ときに長期に及ぶ場合もあり、たくましく生きる強さや体力も必要となるのです。これらが「生きる力」です。

ちなみに、「生きる力」という言葉が学習指導要領に登場したのは1998年・1999年の改訂のときで、今の学習指導要領の基本となっているものは、2008年・2009年に改訂された学習指導要領での「生きる力」となっています。

新学習指導要領で小学生の教育はどう変わるのか。

 「生きる力」を育むために、小学生の学校での教育はどう変わるのでしょうか。変化のある部分を見ていきましょう。

言語活動の充実

国語を軸として、各教科で論理的な考え方や豊かな感性、コミュニケーション能力、表現する力を育むことを重視。

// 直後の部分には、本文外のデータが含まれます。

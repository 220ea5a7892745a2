// The review report as a job (issue 13 item 1, issue 17 item 15): asking for it queues a job in one transaction;
// the jobs process draws the PDF with progress and stores it (object storage and its record) with the job done;
// a failure stores nothing and can be retried by those who may make reports; outsiders and viewers are refused as
// the rule book says (report.make). The stored PDF is read back with poppler's pdfinfo and pdftotext.
import { execFileSync } from "node:child_process";
import { createHash, randomUUID } from "node:crypto";
import { mkdtempSync, rmSync, writeFileSync } from "node:fs";
import { tmpdir } from "node:os";
import path from "node:path";
import { and, eq } from "drizzle-orm";
import type PgBoss from "pg-boss";
import { afterAll, beforeAll, describe, expect, it } from "vitest";
import { GET as download } from "@/app/api/projects/[projectId]/attachments/[attachmentId]/route";
import { GET as getJob } from "@/app/api/projects/[projectId]/jobs/[jobId]/route";
import { POST as retryJob } from "@/app/api/projects/[projectId]/jobs/[jobId]/retry/route";
import { POST as makeReport } from "@/app/api/projects/[projectId]/report/route";
import { listReportJobs } from "@/db/queries/jobs";
import { analysisRuns, attachments, auditEvents, clashDecisions, clashes, jobs, modelRevisions, pins, projects } from "@/db/schema";
import { analyzeModel } from "@/lib/analysis/analyze";
import { createRevisionWithAnalysis } from "@/lib/commands/create-analysed-revision";
import { markRevisionCurrent } from "@/lib/commands/mark-revision-current";
import { postComment } from "@/lib/commands/post-comment";
import { QUEUES } from "@/lib/jobs/queue";
import { reviewForStorage } from "@/lib/models/analyse";
import { buildReportPdf } from "@/lib/report/pdf";
import { STANDING_CAUTION } from "@/lib/review/caution";
import { ListObjectsV2Command } from "@aws-sdk/client-s3";
import { bucket, getObject, s3 } from "@/lib/storage/s3";
import { runReportJob } from "@/server/jobs/report";
import { TRIPOD } from "@/tests/support/fixtures/report";
import { closeDb, getDb, requireIntegrationEnv } from "../support/db";
import { jobRow, startQueueClient, stopQueueClient } from "../support/job-queue";
import { createProjectFixture, type FixtureUser, type ProjectFixture } from "../support/fixtures";
import { buildRequest, routeContext } from "../support/session";

let fx: ProjectFixture;
let boss: PgBoss;
let revisionId: string;
const work = mkdtempSync(path.join(tmpdir(), "strutroom-report-jobs-"));
const reportPath = () => `/api/projects/${fx.projectId}/report`;
const ask = async (user: FixtureUser | undefined, body: unknown) => makeReport(await buildRequest(reportPath(), { method: "POST", body, user }), routeContext({ projectId: fx.projectId }));
const jobCtx = (jobId: string) => routeContext({ projectId: fx.projectId, jobId });
const storedReportObjects = async () => ((await s3().send(new ListObjectsV2Command({ Bucket: bucket(), Prefix: `projects/${fx.projectId}/report/` }))).Contents ?? []).length;
const reportFiles = () => getDb().select().from(attachments).where(and(eq(attachments.projectId, fx.projectId), eq(attachments.purpose, "report")));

自分で調べてきたことを生徒同士で話し合ったり、それを実感の伴う言葉で発表したり、話し合いにより考えを深めたりする授業が展開されます。

理数教育の充実

観察や実験などから科学的に答えを導く力を育て、データの分析から課題を発見し、解決の糸口をつかむ統計的な力を育みます。

インターネットやタブレット端末を活用した実験や観察が導入されるなど、より深い分析へと進みます。

伝統や文化に関する教育の充実

 日本の伝統や文化を受け止めて、国際社会で活躍できることを目指します。武道の指導もこれにあたります。

道徳教育の充実

世の中のことを自分事として捉え「考え、議論する」道徳心を磨き、人間性を育みます。

これまで「道徳の時間」として読むことが中心であったものが「教科としての道徳」となり、考え、議論する時間が重要視されるのです。

体験活動の充実

子供たちの社会性や豊かな人間性を育むため宿泊学習を行います。

プログラミング教育

課題をとらえやすく分解し、解決の手順を考える「プログラミング的思考」で課題解決力を育てます。

これまでプログラミング教育は実施が任意であったため、行っていなかった学校もありましたが、今回の改訂で必修化され、算数や理科などの授業の中で実施されます。

授業内では、プログラミング的思考を学びつつ、タブレット端末を活用した実際のプログラミング体験も行います。

英語語教育

将来、多様な人間と関わるための英語のコミュニケーション能力を高めるため「聞く」「話す」「読む」「書く」の四技能を「聞く」「話す」に重きを置いて学び、中学校へのスムーズな接続を目指します。

これまで小学5・6年生に向けて行っていた外国語活動(成績はつかず英語に親しむ時間)が小学3・4年生に前倒され、小学5・6年生は教科としての英語がはじまり、成績がつくようになります。

ただし、小学5・6年生の英語は、中学生で習う英語の前倒しではなく、あくまで「聞く」「話す」に重きを置いたものになります。

まとめ

学習指導要領やその中での「生きる力」、新学習指導要領での学校教育の変化についてご紹介しました。

学習内容が変化したり増加したり身構えることもありますが、ご家庭では、お子様の「わかることは楽しい」という学ぶ意欲を引き出し、サポートしていきましょう。